Please report every line from the material that contains the word "true".
MATERIAL FOR THIS TASK START
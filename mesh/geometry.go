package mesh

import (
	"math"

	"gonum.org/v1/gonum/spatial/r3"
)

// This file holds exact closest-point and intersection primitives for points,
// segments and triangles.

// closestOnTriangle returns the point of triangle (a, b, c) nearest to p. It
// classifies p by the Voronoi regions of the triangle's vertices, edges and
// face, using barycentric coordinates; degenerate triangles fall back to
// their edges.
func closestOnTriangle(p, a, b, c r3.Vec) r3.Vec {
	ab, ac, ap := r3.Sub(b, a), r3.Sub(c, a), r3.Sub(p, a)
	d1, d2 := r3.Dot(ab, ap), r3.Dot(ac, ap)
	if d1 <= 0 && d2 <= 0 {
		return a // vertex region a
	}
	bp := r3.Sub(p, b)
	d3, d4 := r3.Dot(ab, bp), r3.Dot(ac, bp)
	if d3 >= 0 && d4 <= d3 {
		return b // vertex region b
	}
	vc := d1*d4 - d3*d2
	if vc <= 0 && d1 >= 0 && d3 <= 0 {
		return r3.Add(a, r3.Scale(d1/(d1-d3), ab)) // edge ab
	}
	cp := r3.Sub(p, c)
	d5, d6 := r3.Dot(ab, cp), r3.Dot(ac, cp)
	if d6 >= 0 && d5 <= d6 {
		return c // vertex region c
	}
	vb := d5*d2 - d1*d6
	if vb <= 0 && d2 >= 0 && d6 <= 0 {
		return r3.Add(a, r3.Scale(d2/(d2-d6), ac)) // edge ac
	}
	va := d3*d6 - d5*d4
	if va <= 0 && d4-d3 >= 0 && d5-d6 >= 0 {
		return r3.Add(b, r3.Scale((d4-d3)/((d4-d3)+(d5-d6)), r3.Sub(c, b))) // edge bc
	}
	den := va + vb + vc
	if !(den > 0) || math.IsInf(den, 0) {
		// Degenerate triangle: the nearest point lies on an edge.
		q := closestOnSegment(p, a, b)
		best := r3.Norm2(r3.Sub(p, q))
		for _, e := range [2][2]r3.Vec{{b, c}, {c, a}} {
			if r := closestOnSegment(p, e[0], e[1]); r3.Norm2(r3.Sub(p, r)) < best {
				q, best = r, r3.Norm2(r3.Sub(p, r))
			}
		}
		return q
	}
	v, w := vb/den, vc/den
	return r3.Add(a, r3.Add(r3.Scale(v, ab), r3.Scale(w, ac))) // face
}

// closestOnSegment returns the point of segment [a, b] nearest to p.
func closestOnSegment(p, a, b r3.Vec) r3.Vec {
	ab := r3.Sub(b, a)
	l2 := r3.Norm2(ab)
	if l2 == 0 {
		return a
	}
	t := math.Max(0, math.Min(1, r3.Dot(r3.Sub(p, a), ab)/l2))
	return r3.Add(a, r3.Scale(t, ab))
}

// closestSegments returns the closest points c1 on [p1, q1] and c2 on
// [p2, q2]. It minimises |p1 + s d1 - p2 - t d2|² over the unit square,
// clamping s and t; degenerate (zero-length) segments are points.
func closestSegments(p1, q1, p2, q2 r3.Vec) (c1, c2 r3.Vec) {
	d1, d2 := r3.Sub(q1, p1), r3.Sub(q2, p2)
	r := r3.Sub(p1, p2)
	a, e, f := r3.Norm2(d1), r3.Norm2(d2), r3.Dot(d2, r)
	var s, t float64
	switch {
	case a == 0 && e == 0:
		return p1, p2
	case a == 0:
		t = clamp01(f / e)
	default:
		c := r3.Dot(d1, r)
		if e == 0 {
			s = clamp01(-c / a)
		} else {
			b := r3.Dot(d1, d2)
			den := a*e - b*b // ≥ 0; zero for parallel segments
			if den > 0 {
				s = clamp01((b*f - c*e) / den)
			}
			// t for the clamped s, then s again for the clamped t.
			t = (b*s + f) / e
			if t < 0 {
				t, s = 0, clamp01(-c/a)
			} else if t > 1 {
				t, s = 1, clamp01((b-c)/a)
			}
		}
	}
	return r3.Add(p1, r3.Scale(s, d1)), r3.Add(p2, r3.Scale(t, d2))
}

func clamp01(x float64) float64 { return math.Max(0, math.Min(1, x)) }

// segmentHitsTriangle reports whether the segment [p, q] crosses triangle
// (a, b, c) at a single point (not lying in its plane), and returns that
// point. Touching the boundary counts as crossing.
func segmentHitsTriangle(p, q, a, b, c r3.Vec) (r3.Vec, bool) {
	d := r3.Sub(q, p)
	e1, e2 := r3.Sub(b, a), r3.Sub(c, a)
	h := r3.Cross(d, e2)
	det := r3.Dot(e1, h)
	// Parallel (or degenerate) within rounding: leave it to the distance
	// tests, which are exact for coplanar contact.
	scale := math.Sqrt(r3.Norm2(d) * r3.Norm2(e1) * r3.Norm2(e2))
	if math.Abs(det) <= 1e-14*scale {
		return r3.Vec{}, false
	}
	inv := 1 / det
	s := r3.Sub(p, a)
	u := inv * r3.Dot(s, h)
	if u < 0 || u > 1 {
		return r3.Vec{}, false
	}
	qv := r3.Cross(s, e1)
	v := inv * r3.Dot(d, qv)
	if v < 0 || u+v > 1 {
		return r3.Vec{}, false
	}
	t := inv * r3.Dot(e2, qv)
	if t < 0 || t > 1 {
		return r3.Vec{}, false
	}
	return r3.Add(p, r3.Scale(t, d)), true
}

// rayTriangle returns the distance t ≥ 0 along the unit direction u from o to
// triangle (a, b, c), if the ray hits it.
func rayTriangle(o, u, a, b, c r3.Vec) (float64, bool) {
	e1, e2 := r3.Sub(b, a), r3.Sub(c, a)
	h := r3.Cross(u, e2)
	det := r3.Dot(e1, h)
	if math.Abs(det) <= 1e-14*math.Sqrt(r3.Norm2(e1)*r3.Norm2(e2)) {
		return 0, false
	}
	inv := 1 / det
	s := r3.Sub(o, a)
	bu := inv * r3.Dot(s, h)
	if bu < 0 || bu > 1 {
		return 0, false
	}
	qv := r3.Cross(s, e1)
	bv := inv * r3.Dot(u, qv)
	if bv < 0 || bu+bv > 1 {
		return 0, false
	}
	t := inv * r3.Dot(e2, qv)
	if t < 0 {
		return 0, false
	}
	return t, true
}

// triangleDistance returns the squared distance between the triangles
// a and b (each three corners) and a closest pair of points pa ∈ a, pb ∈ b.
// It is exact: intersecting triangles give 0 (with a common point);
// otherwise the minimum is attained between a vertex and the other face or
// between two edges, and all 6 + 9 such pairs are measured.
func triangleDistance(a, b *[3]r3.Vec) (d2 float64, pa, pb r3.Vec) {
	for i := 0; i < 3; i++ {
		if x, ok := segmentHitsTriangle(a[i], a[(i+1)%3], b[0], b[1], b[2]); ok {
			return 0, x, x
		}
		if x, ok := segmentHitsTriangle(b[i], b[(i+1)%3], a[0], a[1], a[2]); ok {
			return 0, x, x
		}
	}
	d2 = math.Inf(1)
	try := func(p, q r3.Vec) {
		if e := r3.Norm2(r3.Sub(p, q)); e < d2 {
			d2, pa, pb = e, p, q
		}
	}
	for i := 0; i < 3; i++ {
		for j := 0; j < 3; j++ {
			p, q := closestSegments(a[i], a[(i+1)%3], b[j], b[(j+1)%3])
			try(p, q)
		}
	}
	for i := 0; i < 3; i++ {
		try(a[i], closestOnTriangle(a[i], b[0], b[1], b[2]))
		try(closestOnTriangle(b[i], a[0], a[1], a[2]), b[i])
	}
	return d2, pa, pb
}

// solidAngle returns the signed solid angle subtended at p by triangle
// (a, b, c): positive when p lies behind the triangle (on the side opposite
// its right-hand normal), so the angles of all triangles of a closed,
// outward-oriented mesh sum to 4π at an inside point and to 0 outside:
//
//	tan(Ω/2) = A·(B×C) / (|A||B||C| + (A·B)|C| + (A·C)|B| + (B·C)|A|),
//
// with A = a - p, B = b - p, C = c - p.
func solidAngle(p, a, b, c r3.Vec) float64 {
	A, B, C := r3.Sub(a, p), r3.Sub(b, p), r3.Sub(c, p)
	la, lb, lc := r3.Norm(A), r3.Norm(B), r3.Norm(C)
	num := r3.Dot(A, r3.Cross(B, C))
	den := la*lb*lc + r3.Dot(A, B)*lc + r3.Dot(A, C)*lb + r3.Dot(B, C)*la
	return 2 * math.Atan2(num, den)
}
MATERIAL FOR THIS TASK END
■ **ANSWER TO THIS TASK**:
	return r3.Add(p, r3.Scale(t, d)), true
	return t, true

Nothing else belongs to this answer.